The Policy Gradient Landscape

The methods in this chapter are the classical foundations. The modern policy gradient landscape has built extensively on them:

PPO (Proximal Policy Optimisation): clips the policy update to prevent large destructive steps. The most widely used algorithm in 2024.
A3C/A2C: asynchronous actor-critic with parallel workers.
SAC (Soft Actor-Critic): adds entropy maximisation to the objective; naturally exploratory; very sample-efficient on continuous action spaces.
TRPO (Trust Region Policy Optimisation): uses a KL-divergence constraint to limit policy update size; theoretically cleaner than PPO but harder to implement.

All of these descend directly from REINFORCE and the policy gradient theorem.
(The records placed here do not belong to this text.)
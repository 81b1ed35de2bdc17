import type { ExportTable } from '@shared/schemas/exchange';
import { cellarPath, withQuery } from './http';

/** How a CSV file is written: the units the person works in, and a byte-order mark for spreadsheets. */
export interface ExportFormatChoice {
  units: 'metric' | 'us';
  bom: boolean;
}

/**
 * The address of a CSV download of one table, with the list's filter (paging left out: the
 * file holds every row the filter keeps). A plain link: the browser streams it to a file.
 */
export function exportUrl(cellarId: string, table: ExportTable, filter: object, format: ExportFormatChoice): string {
  const { page: _page, pageSize: _pageSize, ...rest } = filter as Record<string, unknown>;
  return withQuery(cellarPath(cellarId, 'exports', table), { ...rest, units: format.units, bom: format.bom ? 'true' : undefined });
}
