import type { EntityManager } from 'typeorm';
import type { BatchSummary } from '../../shared/schemas/batches';
import { placesOf } from '../places/placement';

type Whereabouts = NonNullable<BatchSummary['whereabouts']>;

/**
 * Where each batch is: the vessels holding it, by name, each with the rack slot it stands in
 * (or none). Two statements for a whole page of batches.
 */
export async function whereaboutsOf(tx: EntityManager, batchIds: string[]): Promise<Map<string, Whereabouts>> {
  if (batchIds.length === 0) return new Map();
  const vessels: { id: string; name: string; batch_id: string }[] = await tx.query(
    `SELECT id, name, batch_id FROM vessels WHERE batch_id = ANY($1::uuid[]) ORDER BY lower(name), id`,
    [batchIds],
  );
  const places = await placesOf(
    tx,
    'vessel',
    vessels.map((v) => v.id),
  );
  const byBatch = new Map<string, Whereabouts>();
  for (const v of vessels) byBatch.set(v.batch_id, [...(byBatch.get(v.batch_id) ?? []), { vesselName: v.name, place: places.get(v.id) ?? null }]);
  return byBatch;
}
The variance problem is still there; the solutions are more sophisticated. The objective is the same: \(\nabla J(\theta)\). The rest is engineering.

The one thing to carry forward: the policy gradient theorem is remarkably general. It says you can compute the gradient of any performance objective with respect to policy parameters by collecting trajectories and computing \(G_t \nabla \ln \pi(A_t|S_t;\theta)\). No model, no value function strictly required. Just samples, log-derivatives, and patience—which is not entirely unlike how organisms learn.